George Karstens

No. 55
- Position: Center

Personal information
- Born: February 9, 1924 Chicago, Illinois, U.S.
- Died: December 5, 2002 (aged 78) Bradenton, Florida, U.S.
- Listed height: 6 ft 4 in (1.93 m)
- Listed weight: 205 lb (93 kg)

Career information
- High school: Austin (Chicago)
- College: Indiana
- NFL draft: 1949: undrafted

Career history
- Detroit Lions (1949);

Career NFL statistics
- Games played: 2
- Stats at Pro Football Reference

= George Karstens =

American football player (1924–2002)

George Jacob Karstens Jr. (February 9, 1924 – December 5, 2002) was an American professional football player who was a center for one season in the National Football League (NFL) for the Detroit Lions. He played college football for the Indiana Hoosiers.

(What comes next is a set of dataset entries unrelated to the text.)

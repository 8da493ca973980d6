"""The real app in a real browser: a report link opens the full report, explorations included.

The Flask app (create_app on a temporary SQLite file, a filesystem broker in tmp) serves on an
ephemeral 127.0.0.1 port through werkzeug; the request and its explorations are computed by the
worker's own task functions. Headless Chromium opens the signed link: no bearer header.
Skipped only when /usr/bin/chromium is absent and SIZEWISE_REQUIRE_BROWSER is unset.
"""

import threading

import pytest
from test_browser import CHROMIUM, _chromium, _page_errors, _png_pixels  # noqa: F401
from werkzeug.serving import make_server

from service import create_app
from service.api.auth import local_client
from service.store.migrate import upgrade
from workers.exploration_tasks import run_exploration_job

pytestmark = pytest.mark.skipif(
    not __import__("os").path.exists(CHROMIUM)
    and not __import__("os").environ.get("SIZEWISE_REQUIRE_BROWSER"),
    reason="chromium not installed (set SIZEWISE_REQUIRE_BROWSER=1 to make this a failure)",
)

# Invented protocol of the Northbridge General Hospital research office.
BODY = {
    "protocol": {
        "id": "NGH-CRO-2025-052",
        "title": "Supervised exercise after cardiac surgery",
        "principal_investigator": "Dr. Ines Halvorsen",
    },
    "requester": {
        "name": "Dr. Ines Halvorsen",
        "email": "i.halvorsen@northbridge-general.example",
        "department": "Cardiac rehabilitation",
    },
    "effect_source": "SD from the 2024 Northbridge audit of rehabilitation visits",
    "question": {
        "outcome": "continuous",
        "layout": "two_groups",
        "find": "sample_size",
        "effect": {"difference": 40},
        "assumptions": {"sd": 90},
        "adjustments": {"dropout": 0.15},
    },
    "explorations": [
        {
            "type": "sensitivity_grid",
            "grid": {"effect.difference": [30, 40, 50], "assumptions.sd": [80, 90, 100]},
        },
        {"type": "robustness_panel"},
    ],
}


@pytest.fixture(scope="module")
def served(tmp_path_factory):
    """The app on an ephemeral port with one computed request and its explorations; yields (url, id)."""
    root = tmp_path_factory.mktemp("app")
    url = f"sqlite:///{root / 'sizewise.db'}"
    upgrade(url)
    app = create_app(
        {
            "DATABASE_URL": url,
            "BROKER_URL": f"filesystem://{root / 'broker'}",
            "SECRET_KEY": "northbridge-browser-test",
        }
    )
    config = app.extensions["sizewise"]["config"]
    client = local_client(app, "statistician", "Northbridge biostatistics core")
    reply = client.post("/v1/requests", json=BODY)
    assert reply.status_code == 202, reply.get_json()
    detail = reply.get_json()
    # A closed-form question is answered at submission; its explorations go to the workers.
    assert detail["status"] == "computed"
    for exploration in detail["explorations"]:
        assert run_exploration_job(exploration["id"], config) == "done"
    # The link is absolute on the test client's host; the browser opens it on the served port.
    link = client.post(f"/v1/requests/{detail['id']}/report-links").get_json()["url"]
    link = link.removeprefix("http://localhost")
    server = make_server("127.0.0.1", 0, app, threaded=True)
    thread = threading.Thread(target=server.serve_forever, daemon=True)
    thread.start()
    try:
        yield f"http://127.0.0.1:{server.server_port}", link, detail["id"]
    finally:
        server.shutdown()
        thread.join(timeout=10)
        app.extensions["sizewise"]["engine"].dispose()


def test_the_link_opens_the_report_with_explorations(served, tmp_path):
    base, link, request_id = served
    result = _chromium(tmp_path, "--dump-dom", "--virtual-time-budget=3000", base + link)
    dom = result.stdout
    assert request_id in dom and "Supervised exercise after cardiac surgery" in dom
    for section in ('id="sensitivity"', 'id="sensitivity-figure"', 'id="robustness"', 'id="curve"'):
        assert section in dom, section
    assert "2024 Northbridge audit of rehabilitation visits" in dom
    assert not _page_errors(result.stderr), _page_errors(result.stderr)


def test_screenshot_is_not_blank(served, tmp_path):
    base, link, _ = served
    shot = tmp_path / "report.png"
    result = _chromium(tmp_path, f"--screenshot={shot}", "--window-size=1280,2400", base + link)
    assert shot.exists(), result.stderr[-2000:]
    width, height, distinct = _png_pixels(shot.read_bytes())
    assert (width, height) == (1280, 2400) and distinct > 100
    from matplotlib import image

    assert image.imread(str(shot)).std() > 0.05  # contrast, not a uniform wash
    assert not _page_errors(result.stderr), _page_errors(result.stderr)


def test_print_to_pdf(served, tmp_path):
    base, link, _ = served
    pdf = tmp_path / "report.pdf"
    result = _chromium(tmp_path, f"--print-to-pdf={pdf}", "--no-pdf-header-footer", base + link)
    assert pdf.exists(), result.stderr[-2000:]
    data = pdf.read_bytes()
    assert data.startswith(b"%PDF") and len(data) > 20_000
    assert data.count(b"/Type /Page") - data.count(b"/Type /Pages") >= 3  # report + grid + panel


def test_without_the_link_the_browser_is_refused(served, tmp_path):
    base, link, request_id = served
    result = _chromium(tmp_path, "--dump-dom", f"{base}/v1/requests/{request_id}/report")
    assert "Authentication required" in result.stdout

Karstens was born on February 9, 1924, in Chicago, Illinois. He attended Austin Community Academy High School there before playing college football at Indiana University Bloomington. He was the Hoosiers' starting center in most of his time with the team, earning three varsity letters.

After graduating, Karstens was signed by the Detroit Lions as an undrafted free agent following the 1949 NFL draft. He appeared in two games before being waived on October 12.

After his brief professional football career, Karstens was a long-time teacher and school principal in the Lyons and Stickney school districts. He also was a football coach and referee. He died on December 5, 2002, at the age of 78.